● **THE PROBLEM**: Using the data that follows, return exactly the lines from the one that contains "func forArm64() []string" through the one that contains "would leave the", ends included.

[Saved entries]
────────────────
package main

import (
	"bytes"
	"encoding/csv"
	"encoding/json"
	"fmt"
	"io/fs"
	"math"
	"os"
	"os/exec"
	"path/filepath"
	"runtime"
	"strconv"
	"strings"
	"testing"

	"ebbline/pva/casefile/examples"
)

// emulated runs a command line of the program as built for arm64 on an emulated
// processor of that family.
type emulated struct{ qemu, program string }

func (e emulated) run(t *testing.T, args []string) []byte {
	t.Helper()
	var out, errs bytes.Buffer
	cmd := exec.Command(e.qemu, append([]string{e.program}, args...)...)
	cmd.Stdout, cmd.Stderr = &out, &errs
	if err := cmd.Run(); err != nil {
		t.Fatalf("arm64: ebbline %s: %v\n%s%s", strings.Join(args, " "), err, out.String(), errs.String())
	}
	return out.Bytes()
}

// emulator finds what runs programs of arm64 here. The compiler of that family
// fuses a*b + c where the language allows it, which that of amd64 does not: what
// is not guarded comes out otherwise.
func emulator(t *testing.T) string {
	t.Helper()
	if runtime.GOARCH != "amd64" || runtime.GOOS != "linux" {
		t.Skip("compares linux on amd64 with arm64: not for " + runtime.GOOS + "/" + runtime.GOARCH)
	}
	for _, name := range []string{"qemu-aarch64-static", "qemu-aarch64"} {
		if path, err := exec.LookPath(name); err == nil {
			readEverySource(t)
			return path
		}
	}
	t.Skip("skipped: qemu-aarch64-static is not installed")
	return ""
}

func buildForArm64(t *testing.T) emulated {
	t.Helper()
	e := emulated{emulator(t), filepath.Join(t.TempDir(), "ebbline-arm64")}
	build := exec.Command("go", "build", "-trimpath", "-buildvcs=false", "-o", e.program, ".")
	build.Env = forArm64()
	if out, err := build.CombinedOutput(); err != nil {
		t.Fatalf("the build for arm64: %v\n%s", err, out)
	}
	return e
}

func forArm64() []string {
	return append(os.Environ(), "GOOS=linux", "GOARCH=arm64", "CGO_ENABLED=0")
}

// readEverySource lets the go command know on what a test depends that builds
// the program itself: without it a change that only arm64 sees would leave the
// test's result in the cache.
func readEverySource(t *testing.T) {
	t.Helper()
	files := 0
	err := filepath.WalkDir(filepath.Join("..", ".."), func(path string, d fs.DirEntry, err error) error {
		if err != nil || d.IsDir() {
			return err
		}
		if name := d.Name(); strings.HasSuffix(name, ".go") || name == "go.mod" {
			files++
			_, err = os.ReadFile(path)
		}
		return err
	})
	if err != nil || files < 50 {
		t.Fatalf("%d source files read: %v", files, err)
	}
}

// TestArm64DrawsTheSame runs the golden draws, and the sum of the bits of exp,
// log and their kin, on the emulated processor: they see an expression that
// fuses in the last digit, which a count hardly ever does.
func TestArm64DrawsTheSame(t *testing.T) {
	cmd := exec.Command("go", "test", "-count=1", "-v", "-exec", emulator(t), "-run", "^(TestSameBitsEverywhere|TestGolden.*)$", "ebbline/rng/portable", "ebbline/rng")
	cmd.Env = forArm64()
	out, err := cmd.CombinedOutput()
	if err != nil {
		t.Fatalf("on arm64: %v\n%s", err, out)
	}
	for _, name := range []string{"TestSameBitsEverywhere", "TestGoldenCounts", "TestGoldenReals", "TestGoldenSeeds"} {
		if !bytes.Contains(out, []byte("--- PASS: "+name+" ")) {
			t.Errorf("%s did not run on arm64:\n%s", name, out)
		}
	}
}

// TestArm64GivesTheSame runs cases over the whole grammar on both families of
// processors: every count must be equal, every other figure to one part in a
// thousand million.
func TestArm64GivesTheSame(t *testing.T) {
	e := buildForArm64(t)
	cases, err := filepath.Abs(filepath.Join("..", "..", "testdata", "cases"))
	if err != nil {
		t.Fatal(err)
	}
	t.Chdir(t.TempDir())
	heron, err := examples.Get("marsh-heron")
	if err != nil {
		t.Fatal(err)
	}
	swept := append(heron, "\n[[sweep]]\nkey = \"harvest.control.take\"\nvalues = [0, 6, 12]\n\n[[sweep]]\nkey = \"start.abundance\"\nvalues = [60, 180]\n"...)
	if err := os.WriteFile("swept.toml", swept, 0o666); err != nil {
		t.Fatal(err)
	}
	for _, line := range []string{
		"assess --example marsh-heron --replicates 128 --no-exact",   // pulse, weather with memory, a catastrophe, a survey
		"assess --example river-cod --replicates 128 --no-exact",     // a ladder, takes by year, more memory
		"assess --example meadow-bee --replicates 128 --no-exact",    // scarcity
		"assess --example fish-pond --replicates 64 --no-exact",      // streams through the year, event by event
		"assess --example weed-outbreak --replicates 192 --no-exact", // flow, births that rise with numbers
		"assess --example upland-goat --replicates 8 --no-exact --set run.draws=6 --set run.stop_above=1e6",
		"assess CASES/pulse-every-key.toml --replicates 10 --no-exact",
		"assess CASES/flow-every-key.toml --replicates 192 --no-exact",
		"assess CASES/flow-large.toml --replicates 64 --no-exact --set question.horizon=20", // flow in sub-steps
		"assess CASES/events.toml --replicates 64 --no-exact --set question.horizon=20",
		"exact --example fish-pond --set question.horizon=4",
	} {
		args := strings.Fields(strings.ReplaceAll(line, "CASES", cases))
		args = append(args, "--json", "-", "--quiet")
		if args[0] == "assess" {
			args = append(args, "--out", "report.xlsx", "--force")
		}
		here := quietly(t, args)
		there := e.run(t, args)
		c := comparison{}
		c.values("", numbersOf(t, here), numbersOf(t, string(there)))
		c.report(t, line)
	}
	// A sweep, by the cells of its table.
	args := []string{"sweep", "swept.toml", "--replicates", "64", "--no-exact", "--quiet"}
	quietly(t, append(args, "--csv", "here", "--out", "here.xlsx"))
	e.run(t, append(args, "--csv", "there", "--out", "there.xlsx"))
	c := comparison{}
	c.tables(t, filepath.Join("here", "sweep.csv"), filepath.Join("there", "sweep.csv"))
	c.report(t, "sweep")
	// A report written here, run again there, cell by cell.
	quietly(t, []string{"assess", "--example", "marsh-heron", "--replicates", "64", "--out", "here.xlsx", "--force", "--quiet"})
	e.run(t, []string{"rerun", "here.xlsx", "--quiet"})
}

// comparison counts what was compared and keeps what differs.
type comparison struct {
	counts, figures int
	different       []string
}

func (c *comparison) differ(path string, a, b any) {
	c.different = append(c.different, fmt.Sprintf("%s: amd64 %v, arm64 %v", path, a, b))
}

func (c *comparison) report(t *testing.T, what string) {
	t.Helper()
	for i, d := range c.different {
		if i == 10 {
			t.Errorf("ebbline %s: and %d more", what, len(c.different)-i)
			break
		}
		t.Errorf("ebbline %s: %s", what, d)
	}
	if c.counts < 3 || c.figures < 3 {
		t.Errorf("ebbline %s: only %d counts and %d figures compared", what, c.counts, c.figures)
	}
	t.Logf("ebbline %s: %d counts, %d figures", what, c.counts, c.figures)
}

// numbersOf reads a JSON document and keeps its numbers as they are written.
func numbersOf(t *testing.T, text string) (v any) {
	t.Helper()
	d := json.NewDecoder(strings.NewReader(text))
	d.UseNumber()
	if err := d.Decode(&v); err != nil {
		t.Fatalf("%v in %.200s", err, text)
	}
	return v
}

// values compares two JSON documents.
func (c *comparison) values(path string, a, b any) {
	switch x := a.(type) {
	case map[string]any:
		y, ok := b.(map[string]any)
		if !ok || len(x) != len(y) {
			c.differ(path, a, b)
			return
		}
		for k := range x {
			c.values(path+"."+k, x[k], y[k])
		}
	case []any:
		y, ok := b.([]any)
		if !ok || len(x) != len(y) {
			c.differ(path, a, b)
			return
		}
		for i := range x {
			c.values(path+"."+strconv.Itoa(i), x[i], y[i])
		}
	case json.Number:
		y, ok := b.(json.Number)
		if !ok {
			c.differ(path, a, b)
			return
		}
		c.numbers(path, x.String(), y.String())
	default:
		if a != b {
			c.differ(path, a, b)
		}
	}
}

// numbers compares two numbers as they are written: whole ones exactly.
func (c *comparison) numbers(path, a, b string) {
	if !strings.ContainsAny(a+b, ".eE") {
		c.counts++
		if a != b {
			c.differ(path, a, b)
		}
		return
	}
	c.figures++
	x, err1 := strconv.ParseFloat(a, 64)
	y, err2 := strconv.ParseFloat(b, 64)
	if err1 != nil || err2 != nil || !(math.Abs(x-y) <= closeEnough*math.Max(math.Abs(x), math.Abs(y))) {
		c.differ(path, a, b)
	}
}

// tables compares two CSV files, cell by cell.
func (c *comparison) tables(t *testing.T, one, other string) {
	t.Helper()
	var rows [2][][]string
	for i, path := range []string{one, other} {
		data, err := os.ReadFile(path)
		if err != nil {
			t.Fatal(err)
		}
		if rows[i], err = csv.NewReader(bytes.NewReader(data)).ReadAll(); err != nil {
			t.Fatal(err)
		}
	}
	if len(rows[0]) != len(rows[1]) || len(rows[0]) < 4 {
		t.Fatalf("%s has %d rows, %s %d", one, len(rows[0]), other, len(rows[1]))
	}
	for i, row := range rows[0] {
		for j, cell := range row {
			at := fmt.Sprintf("row %d, %s", i+1, rows[0][0][j])
			if _, err := strconv.ParseFloat(cell, 64); err == nil {
				c.numbers(at, cell, rows[1][i][j])
			} else if cell != rows[1][i][j] {
				c.differ(at, cell, rows[1][i][j])
			}
		}
	}
}

// TestArm64ComparisonCatches plants a count that is off by one, a figure that
// is off in the ninth digit, a key and a word.
func TestArm64ComparisonCatches(t *testing.T) {
	const sound = `{"count": 100000000000, "risk": [0.25, 1.5e-3], "verdict": "undecided"}`
	for other, want := range map[string]int{
		sound: 0,
		`{"count": 100000000000, "risk": [0.2500000000001, 1.5e-3], "verdict": "undecided"}`: 0,
		`{"count": 100000000001, "risk": [0.25, 1.5e-3], "verdict": "undecided"}`:            1,
		`{"count": 100000000000, "risk": [0.250000001, 1.5e-3], "verdict": "undecided"}`:     1,
		`{"count": 100000000000, "risk": [0.25], "verdict": "undecided"}`:                    1,
		`{"count": null, "risk": [0.25, 1.5e-3], "verdict": "above the limit"}`:              2,
		`{"counts": 100000000000, "risk": [0.25, 1.5e-3], "verdict": "undecided"}`:           1,
	} {
		var c comparison
		if c.values("", numbersOf(t, sound), numbersOf(t, other)); len(c.different) != want {
			t.Errorf("%s: finds %v, want %d", other, c.different, want)
		}
	}
}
────────────────
● **ANSWER TO THE PROBLEM**:
func forArm64() []string {
	return append(os.Environ(), "GOOS=linux", "GOARCH=arm64", "CGO_ENABLED=0")
}

// readEverySource lets the go command know on what a test depends that builds
// the program itself: without it a change that only arm64 sees would leave the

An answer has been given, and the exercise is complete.